I've taken about a year off riding and participating here, to decide whether to acknowledge my seven plus decades and be old, or shake off the cobwebs and push back against the subtle addiction to 
allowing one's self to petrify. I'm not sure how this is going to play out.

Anyway, Dixie has also been idle, and all that hard work I've done with her has undoubtedly been set back. My thought is to give us three months of ground work - that's for BOTH of us - to work out the kinks and retake some of the ground we've lost before actually swinging a leg over.

We'll start this morning. The weather's been very unsettled this spring, but shows signs of calming down. Trying to be consistent is hard, but we all face that challenge when making progress with horses.


----------



## Dancing Arab (10 mo ago)

That's a beautiful photo! Excited to follow your journal


----------



## dogpatch (Dec 26, 2017)

Thank you Dancing Arab! We're picking up the thread where I left off a year or so ago.

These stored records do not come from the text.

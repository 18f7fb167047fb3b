package org.cardwright.docs;

import org.cardwright.testsupport.TestCopies;
import static org.junit.jupiter.api.Assertions.assertEquals;
import static org.junit.jupiter.api.Assertions.assertNotNull;
import static org.junit.jupiter.api.Assertions.assertTrue;

import java.io.File;
import java.io.IOException;
import java.nio.charset.StandardCharsets;
import java.nio.file.Files;
import java.nio.file.Path;
import java.nio.file.StandardCopyOption;
import java.util.ArrayList;
import java.util.List;
import java.util.Map;
import java.util.concurrent.TimeUnit;
import java.util.regex.Matcher;
import java.util.regex.Pattern;
import org.cardwright.testsupport.Simulators;
import org.junit.jupiter.api.Test;
import picocli.CommandLine;

/**
 * Issue 11, acceptance: README.md is re-read against the program. Every {@code $ cardwright ...} command the README
 * shows is run as written, in README order, with bash, in a copy of the repository's fixtures, through the shipped
 * launcher {@code ./cardwright} put on the PATH as the README says (a symbolic link), and must exit as the shown
 * output documents (1 where it says "does NOT reproduce" or "beyond limit", else 0); every {@code wrote ...} and
 * {@code Model ...} line shown must be printed. The {@code verify} line a card header carries is run the same way,
 * from the card's folder. Every option in the README's and docs/library.md's synopses exists on its command.
 */
class ReadmeCommandsTest {
    /** Longest one README command may take on a loaded 2-core machine [s] (the lot of 24 parts is the longest). */
    private static final long COMMAND_TIMEOUT_SECONDS = 600;
    /**
     * Commands whose input the README says is not in the repository, with that reason; they are named here, so
     * nothing is skipped silently.
     */
    private static final Map<String, String> NOT_SHIPPED = Map.of();
    private static final Pattern FENCE = Pattern.compile("(?ms)^```[a-z]*\\n(.*?)^```");

    /** One shown command with the output the README shows after it. */
    record Shown(String command, List<String> output, int line) {
        int expectedExit() {
            for (String l : output) {
                if (l.contains("does NOT reproduce") || l.contains("<- beyond limit")) {
                    return 1;
                }
            }
            return 0;
        }
    }

    static List<Shown> shownCommands(String markdown) {
        List<Shown> shown = new ArrayList<>();
        Matcher m = FENCE.matcher(markdown);
        while (m.find()) {
            int line = markdown.substring(0, m.start()).split("\n", -1).length + 1;
            List<String> lines = m.group(1).lines().toList();
            for (int i = 0; i < lines.size(); i++) {
                if (lines.get(i).startsWith("$ cardwright ")) {
                    List<String> out = new ArrayList<>();
                    for (int j = i + 1; j < lines.size() && !lines.get(j).startsWith("$ "); j++) {
                        out.add(lines.get(j));
                    }
                    shown.add(new Shown(lines.get(i).substring(2), out, line + i));
                }
            }
        }
        return shown;
    }

    @Test
    void everyCommandTheReadmeShowsRunsAsShown() throws Exception {
        Simulators.requireNgspice();  // one README command runs --engine ngspice
        Path root = Simulators.projectDir();
        Path work = Simulators.tempDir("readme-commands");
        TestCopies.copyTree(root.resolve("fixtures"), work.resolve("fixtures"), StandardCopyOption.COPY_ATTRIBUTES, StandardCopyOption.REPLACE_EXISTING);
        TestCopies.copyTree(root.resolve("fixtures/library"), work.resolve("lib"), StandardCopyOption.COPY_ATTRIBUTES, StandardCopyOption.REPLACE_EXISTING);  // "copy it somewhere to try the commands"
        Files.createDirectories(work.resolve("target"));
        glitch(work);
        Path bin = launcherOnPath(root, work);

        List<Shown> shown = shownCommands(Files.readString(root.resolve("README.md")));
        assertTrue(shown.size() >= 14, "README commands found: " + shown.size());
        int ran = 0;
        for (Shown s : shown) {
            if (NOT_SHIPPED.containsKey(s.command())) {
                System.out.println("README.md:" + s.line() + ": not run: " + NOT_SHIPPED.get(s.command()));
                continue;
            }
            Result r = run(s.command(), work, bin, work);
            assertEquals(s.expectedExit(), r.exit, "README.md:" + s.line() + ": " + s.command() + "\n" + r);
            for (String l : s.output()) {
                if (l.startsWith("wrote ") || l.startsWith("Model ")) {
                    assertTrue(r.out.lines().anyMatch(l::equals), "README.md:" + s.line() + ": shown line not printed: " + l + "\n" + r);
                }
            }
            ran++;
        }
        assertEquals(shown.size() - NOT_SHIPPED.size(), ran);

        // the verify line in a card's header runs as written, from the card's folder, with the shipped launcher
        for (String card : List.of("demo-out/KS1.ngspice.lib", "demo-out/KSZ6.ngspice.lib")) {
            Path file = work.resolve(card);
            String hint = Files.readAllLines(file).stream().filter(l -> l.startsWith("* verify, from this card's folder: "))
                    .findFirst().orElseThrow().substring("* verify, from this card's folder: ".length());
            Result r = run(hint, file.getParent(), bin, work);
            assertEquals(0, r.exit, card + ": " + hint + "\n" + r);
            assertTrue(r.out.contains("reproduces the data within the limits"), r.toString());
        }
    }

    @Test
    void theVerifyLineOfEveryCardRunsAsWrittenWithItsOptions() throws Exception {
        Path root = Simulators.projectDir();
        Path work = Simulators.tempDir("card-verify-lines");
        TestCopies.copyTree(root.resolve("fixtures/demo"), work.resolve("data"), StandardCopyOption.COPY_ATTRIBUTES, StandardCopyOption.REPLACE_EXISTING);
        TestCopies.copyTree(root.resolve("fixtures/recovery"), work.resolve("data"), StandardCopyOption.COPY_ATTRIBUTES, StandardCopyOption.REPLACE_EXISTING);
        Path bin = launcherOnPath(root, work);
        // recovery records without a T column need --temp; a fraction of a degree once came out as "500m"
        Result fit = run("cardwright fit data/ks1-*.csv data/ks1-recovery-25C.csv --temp 0.5 --name K1 --out 'cards here'"
                + " --dialect ngspice,spice3,gnucap,xyce", work, bin, work);
        assertEquals(0, fit.exit, fit.toString());
        for (String dialect : List.of("ngspice", "spice3", "gnucap", "xyce")) {
            Path card = work.resolve("cards here/K1." + dialect + ".lib");
            String hint = Files.readAllLines(card).stream().filter(l -> l.startsWith("* verify, from this card's folder: "))
                    .findFirst().orElseThrow().substring("* verify, from this card's folder: ".length());
            assertTrue(hint.contains(" --temp 0.5"), hint);
            assertEquals(!dialect.equals("ngspice"), hint.contains(" --dialect " + dialect), hint);
            Result r = run(hint, card.getParent(), bin, work);
            // 0 or 1 is a verdict; anything else means the line did not run as written
            assertTrue(r.exit == 0 || r.exit == 1, dialect + ": " + hint + "\n" + r);
            assertTrue(r.out.contains("Reverse recovery"), dialect + ": " + r);
        }
    }

    @Test
    void everyOptionOfTheSynopsesExists() throws Exception {
        Path root = Simulators.projectDir();
        CommandLine cl = org.cardwright.cli.MainAccess.commandLine();
        int checked = 0;
        for (String doc : List.of("README.md", "docs/library.md")) {
            String command = null;
            for (String line : Files.readAllLines(root.resolve(doc))) {
                Matcher m = Pattern.compile("^\\s*cardwright (fit|verify|build|tweak|compare|check|lot) (.*)").matcher(line);
                String rest;
                if (m.find()) {
                    command = m.group(1);
                    rest = m.group(2);
                } else if (command != null && line.matches("^\\s+\\[--.*")) {
                    rest = line;  // a synopsis continued on the next line
                } else {
                    command = null;
                    continue;
                }
                CommandLine sub = cl.getSubcommands().get(command);
                Matcher option = Pattern.compile("\\[(--[a-z][a-z-]*)").matcher(rest);
                while (option.find()) {
                    assertNotNull(sub.getCommandSpec().findOption(option.group(1)),
                            doc + ": cardwright " + command + " has no option " + option.group(1) + ": " + line);
                    checked++;
                }
            }
        }
        assertTrue(checked > 60, "options checked: " + checked);
    }

    /** The demo's glitch file: ks1-forward-25C.csv with the voltage of line 41 moved by +12 mV (as the README says). */
    private static void glitch(Path work) throws IOException {
        List<String> lines = new ArrayList<>(Files.readAllLines(work.resolve("fixtures/demo/ks1-forward-25C.csv")));
        String[] cells = lines.get(40).split(",", -1);
        cells[0] = new java.math.BigDecimal(cells[0]).add(new java.math.BigDecimal("0.012")).toPlainString();
        lines.set(40, String.join(",", cells));
        Files.write(work.resolve("ks1-forward-25C-glitch.csv"), lines);
    }

    /** A folder for the PATH holding {@code cardwright}, a link to the shipped launcher, as the README suggests. */
    private static Path launcherOnPath(Path root, Path work) throws IOException {
        Path bin = work.resolve("bin");
        Files.createDirectories(bin);
        Files.createSymbolicLink(bin.resolve("cardwright"), root.resolve("cardwright"));
        return bin;
    }
    record Result(int exit, String out, String err) {
        @Override
        public String toString() {
            return "exit " + exit + "\n--- stdout ---\n" + out + "\n--- stderr ---\n" + err;
        }
    }

    private static Result run(String commandLine, Path dir, Path bin, Path work) throws Exception {
        ProcessBuilder pb = new ProcessBuilder("bash", "-c", commandLine).directory(dir.toFile());
        pb.environment().put("PATH", bin + File.pathSeparator + System.getenv("PATH"));
        pb.environment().put("CARDWRIGHT_JAR", TestCopies.classPathJar(work.resolve("classpath.jar")).toString());
        pb.environment().put("CARDWRIGHT_NO_CACHE", "1");
        pb.environment().put("CARDWRIGHT_JAVA", Path.of(System.getProperty("java.home"), "bin", "java").toString());
        Path out = Files.createTempFile(work, "out", ".txt");
        Path err = Files.createTempFile(work, "err", ".txt");
        Process p = pb.redirectOutput(out.toFile()).redirectError(err.toFile()).start();
        assertTrue(p.waitFor(COMMAND_TIMEOUT_SECONDS, TimeUnit.SECONDS), "timed out: " + commandLine);
        return new Result(p.exitValue(), Files.readString(out, StandardCharsets.UTF_8), Files.readString(err, StandardCharsets.UTF_8));
    }

}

Today was very cool. She actually seemed to like the idea of doing something together today, after being a pasture potato for a year. She remembered all the exercises and did them cheerfully. We both need to recover our fitness!  She will be 20 this year. I've celebrated my 21st birthday 50 times! LOL!


----------



## My Salty Pony (Jan 1, 2022)

I agree very Pretty picture, I love how all that fern is growing on the tree trunks, what part of the States do you live in to have such things as fern growing on the trees? I bet the trail riding there is relaxing and pretty. 
Dixie looks to be a sweet lady and ready to get moving with her mama ")


----------



## dogpatch (Dec 26, 2017)

My Salty Pony said:


> I agree very Pretty picture, I love how all that fern is growing on the tree trunks, what part of the States do you live in to have such things as fern growing on the trees? I bet the trail riding there is relaxing and pretty.
> Dixie looks to be a sweet lady and ready to get moving with her mama ")


We are in the Pacific Northwest, where it's mild (usually) and rainy (usually). I remember when I first moved here I was boggled to see ferns growing in trees! 

I am just an "urban" trail rider anymore and stick to this park with its beautiful, well developed horse trails. They can be very busy at times, But in the off season it's especially pretty and quiet.

Dixie really is a sweet girl and quite brave. I've had her for a little over three years now. She is a Tennessee Walker with a strong tendency to pace, which we've learned to shape into a flat walk together. It takes a lot of strength for her to do this, so our year off was a setback in that respect. But today when we worked on the lunge line, she remembered perfectly and greatly exceeded my expectations! So we are off to a wonderful re-start.


----------